AVAILABLE RECORDS: Begin
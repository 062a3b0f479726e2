"""The rows curve: a value by number of rows, the plan's own in the ink, others beside it in black."""

from collections.abc import Mapping, Sequence
from dataclasses import dataclass
from decimal import Decimal
from typing import Final

from rankdocket.canonical import Plain
from rankdocket.errors import RenderError
from rankdocket.render.canvas import BLACK, INK, SMALL_SIZE, TEXT_SIZE, Lettering, Point, Sheet
from rankdocket.render.drawing import Drawing
from rankdocket.render.panel import (
    TICK,
    TITLE_GAP,
    Panel,
    draw_frame,
    widest,
    write_lines,
    write_titles,
    write_y_labels,
)
from rankdocket.render.plain_data import number_of, part_of, parts_of, text_of
from rankdocket.render.ticks import Scale, even_scale, leading, power_label, wrapped

_PANEL_HEIGHT: Final = 104.0
_MARGIN: Final = 8.0
_ROOM: Final = 60.0
_X_TICKS: Final = 7
_Y_TICKS: Final = 5
_OWN_WEIGHT: Final = 1.3
_OTHER_WEIGHT: Final = 0.7
_GUIDE_WEIGHT: Final = 0.5
_MARK_RADIUS: Final = 3.3
_MARK_WEIGHT: Final = 1.0
_GAP: Final = 5.0
_AIR: Final = Decimal("1.04")
_LABEL_HEIGHTS: Final = (Decimal("0.4"), Decimal("0.25"))
"""Shares of the upright scale at which curves bear their labels, the own one and the first beside it: so none touch."""


@dataclass(frozen=True, slots=True)
class _Line:
    label: str
    points: tuple[tuple[Decimal, Decimal], ...]
    dashed: bool


def _draw(data: Mapping[str, Plain], width: float) -> Sheet:
    lines = [_line(part) for part in parts_of(data, "lines")]
    if not lines:
        raise RenderError("The figure data 'lines' hold no curve.")
    mark = part_of(data, "mark")
    x_scale, y_scale = _scales(lines, number_of(data, "most"))
    x_title = wrapped(_with_power(text_of(data, "x_label"), x_scale), width, TEXT_SIZE)
    y_title = wrapped(text_of(data, "y_label"), _PANEL_HEIGHT, TEXT_SIZE)
    left = leading(TEXT_SIZE) * len(y_title) + TITLE_GAP + TICK + 2
    left += widest([label for _, label in y_scale.ticks], SMALL_SIZE)
    bottom = leading(TEXT_SIZE) * len(x_title) + TITLE_GAP + leading(SMALL_SIZE) + TICK
    panel = Panel(left, bottom, width - _MARGIN, bottom + _PANEL_HEIGHT, x_scale, y_scale)
    sheet = Sheet(width, panel.top + _MARGIN)
    draw_frame(sheet, panel)
    write_y_labels(sheet, panel, _ROOM)
    for value, label in x_scale.ticks:
        x, _y = panel.at(value, y_scale.low)
        write_lines(sheet, (x, panel.bottom - TICK - 1 - leading(SMALL_SIZE) / 2), [label], "center")
    write_titles(sheet, panel, x_title, y_title)
    at = panel.at(number_of(mark, "x"), number_of(mark, "y"))
    sheet.line([(panel.left, at[1]), at, (at[0], panel.bottom)], weight=_GUIDE_WEIGHT, dashed=True)
    for line in reversed(lines):
        own = line is lines[0]
        sheet.line(
            [panel.at(x, y) for x, y in line.points],
            weight=_OWN_WEIGHT if own else _OTHER_WEIGHT,
            colour=INK if own else BLACK,
            dashed=line.dashed,
        )
    _write_labels(sheet, panel, lines)
    sheet.diamond(at, _MARK_RADIUS, weight=_MARK_WEIGHT)
    _write_mark(sheet, panel, at, text_of(mark, "label"))
    return sheet


def _write_mark(sheet: Sheet, panel: Panel, at: Point, label: str) -> None:
    """Write what the mark stands for at the foot of its guide, on the side that has room."""
    rightward = at[0] + _GAP + widest([label], SMALL_SIZE) <= panel.right
    x = at[0] + _GAP if rightward else at[0] - _GAP
    sheet.text((x, panel.bottom + _GAP), label, Lettering("left" if rightward else "right", size=SMALL_SIZE))


def _write_labels(sheet: Sheet, panel: Panel, lines: Sequence[_Line]) -> None:
    """Write the labels of rising curves right of where each crosses its height; the steepest has room on its left."""
    crossings = [_crossing(line, panel, _LABEL_HEIGHTS[0]) for line in lines]
    steepest = lines[min(range(len(lines)), key=lambda i: (crossings[i][0], -crossings[i][1]))]
    for i, line in enumerate(lines):
        x, y = _crossing(line, panel, _LABEL_HEIGHTS[i % len(_LABEL_HEIGHTS)])
        room = widest([line.label], SMALL_SIZE)
        if line.label and line is steepest and x - _GAP - room > panel.left:
            sheet.text((x - _GAP, y), line.label, Lettering("right", size=SMALL_SIZE))
        elif line.label:
            sheet.text((min(x + _GAP, panel.right - room), y - SMALL_SIZE), line.label, Lettering(size=SMALL_SIZE))


def _crossing(line: _Line, panel: Panel, share: Decimal) -> Point:
    """Return the first point of a curve at a share of the upright scale or above, its last where none is."""
    height = panel.y.low + (panel.y.high - panel.y.low) * share
    return panel.at(*next((point for point in line.points if point[1] >= height), line.points[-1]))


def _scales(lines: list[_Line], most: Decimal) -> tuple[Scale, Scale]:
    xs = [x for line in lines for x, _ in line.points]
    top = max(min(most, _AIR * max(y for line in lines for _, y in line.points)), Decimal(0))
    wanted = min(_X_TICKS, max(1, int(max(xs) - min(xs))))
    return even_scale(min(xs), max(xs), wanted), even_scale(Decimal(0), top, _Y_TICKS)


def _line(part: Mapping[str, Plain]) -> _Line:
    points = tuple((number_of(point, "x"), number_of(point, "y")) for point in parts_of(part, "points"))
    if len(points) < 2:
        raise RenderError("The figure data 'lines' hold a curve of fewer than two points.")
    return _Line(text_of(part, "label"), points, text_of(part, "stroke") == "dashed")


def _with_power(label: str, scale: Scale) -> str:
    power = power_label(scale.power)
    return f"{label} ({power})" if power else label


ROWS_CURVE: Final = Drawing("rows-curve", _draw)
AVAILABLE RECORDS: End
WHAT IS BEING ASKED: From the records above, repeat exactly the lines from the one with "weight=_OWN_WEIGHT if own" through the one with "return sheet", both included.

RESULT BELOW:
            weight=_OWN_WEIGHT if own else _OTHER_WEIGHT,
            colour=INK if own else BLACK,
            dashed=line.dashed,
        )
    _write_labels(sheet, panel, lines)
    sheet.diamond(at, _MARK_RADIUS, weight=_MARK_WEIGHT)
    _write_mark(sheet, panel, at, text_of(mark, "label"))
    return sheet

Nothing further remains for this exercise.